A new study conducted in France has found that nirsevimab, a monoclonal antibody treatment, was associated with significantly lower rates of respiratory syncytial virus (RSV) hospitalizations and severe outcomes in newborns compared to maternal vaccination using the RSV prefusion F protein (RSVpreF) vaccine. The findings provide new clinical data that could influence how health systems approach RSV prevention strategies in neonates. Researchers analyzed population-level data to assess the comparative effectiveness of both preventive interventions during the RSV season.
According to the study, infants who received nirsevimab faced a lower risk of RSV-related hospitalization than those whose mothers received the RSVpreF vaccine during pregnancy. The data indicated measurable differences in severe neonatal outcomes between the two groups, with nirsevimab-treated newborns faring better across multiple clinical metrics. The research adds to a growing body of evidence supporting the use of monoclonal antibody therapies as a frontline defense against RSV in vulnerable newborn populations.
RSV is one of the leading causes of respiratory illness and hospitalization in infants and young children worldwide, making effective prevention strategies a significant public health priority. Nirsevimab, marketed under the brand name Beyfortus, was approved in recent years as a preventive option for newborns and infants entering their first RSV season. Maternal vaccination with RSVpreF, sold as Abrysvo, has also been authorized as an alternative strategy, allowing immunity to be passed from mother to child before birth.
The French study is particularly significant because it offers a direct, real-world comparison between the two prevention approaches rather than measuring each against a placebo or control group. Health authorities and clinicians have been seeking this type of comparative data to better guide clinical decision-making and public health policy. France has been among the countries that moved swiftly to incorporate nirsevimab into its national immunization recommendations following the drug's regulatory approval.

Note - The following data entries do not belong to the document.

"""Option groups shared by the commands, and the help layout."""

from __future__ import annotations

import argparse

from optimizer.cli.common import DEFAULT_OUT

__all__ = [
    "Formatter",
    "add_cache_options",
    "add_common",
    "add_scenario_options",
    "add_solve_options",
    "fraction",
    "positive_float",
]


class Formatter(argparse.RawDescriptionHelpFormatter):
    """Help text as written (line breaks kept), options in a 100-column layout."""

    def __init__(self, prog: str) -> None:
        super().__init__(prog, max_help_position=30, width=100)


def add_common(parser: argparse.ArgumentParser, *, out: bool = True) -> None:
    """``--out``, ``--quiet``, ``--json`` and ``--debug``."""
    group = parser.add_argument_group("common options")
    if out:
        group.add_argument(
            "--out",
            metavar="DIR",
            help=f"directory for the files written (created when missing; "
            f"default {DEFAULT_OUT}/<scenario name>)",
        )
    group.add_argument("--quiet", "-q", action="store_true", help="print only the result line")
    group.add_argument(
        "--json", action="store_true", help="machine-readable JSON on stdout instead of text"
    )
    group.add_argument(
        "--debug", action="store_true", help="show the traceback of an internal error"
    )


def positive_float(text: str) -> float:
    """An option value that must be a finite number > 0."""
    try:
        value = float(text)
    except ValueError:
        raise argparse.ArgumentTypeError(f"must be a number > 0, got {text!r}") from None
    if not value > 0 or value == float("inf"):
        raise argparse.ArgumentTypeError(f"must be a finite number > 0, got {text!r}")
    return value


def fraction(text: str) -> float:
    """An option value that must be a number in [0, 1)."""
    try:
        value = float(text)
    except ValueError:
        raise argparse.ArgumentTypeError(f"must be a number in [0, 1), got {text!r}") from None
    if not 0 <= value < 1:
        raise argparse.ArgumentTypeError(f"must be a number in [0, 1), got {text!r}")
    return value


def add_scenario_options(parser: argparse.ArgumentParser) -> None:
    """``--set PATH=VALUE`` (repeatable)."""
    parser.add_argument(
        "--set",
        action="append",
        metavar="PATH=VALUE",
        help="change a scenario value for this run only (the file is not changed), "
        "e.g. --set tunnels.chill-tunnel.length='30 m'; repeatable",
    )


def add_solve_options(parser: argparse.ArgumentParser) -> None:
    """``--time-limit``, ``--gap`` and ``--solver``."""
    group = parser.add_argument_group("solver")
    group.add_argument(
        "--time-limit",
        type=positive_float,
        metavar="SECONDS",
        help="wall-clock limit per solve [s] (default 60)",
    )
    group.add_argument(
        "--gap", type=fraction, metavar="FRACTION", help="relative MIP gap to stop at"
    )
    group.add_argument("--solver", choices=("highs", "cbc"), help="first solver to try")


def add_cache_options(parser: argparse.ArgumentParser) -> None:
    """``--cache-dir`` and ``--no-cache``."""
    group = parser.add_argument_group("dwell table cache")
    group.add_argument(
        "--cache-dir",
        metavar="DIR",
        help="where dwell tables are cached (default $XDG_CACHE_HOME/corepace/dwell)",
    )
    group.add_argument("--no-cache", action="store_true", help="recompute the dwell table")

Experts note that the findings do not necessarily render maternal vaccination ineffective, but suggest that direct immunization of newborns with nirsevimab may offer stronger protection in the critical early weeks of life. Both approaches carry distinct logistical and clinical considerations, including timing of administration, cost, and access. Further studies across different populations and geographic regions will likely be needed before global health agencies revise formal guidance based on these comparative outcomes.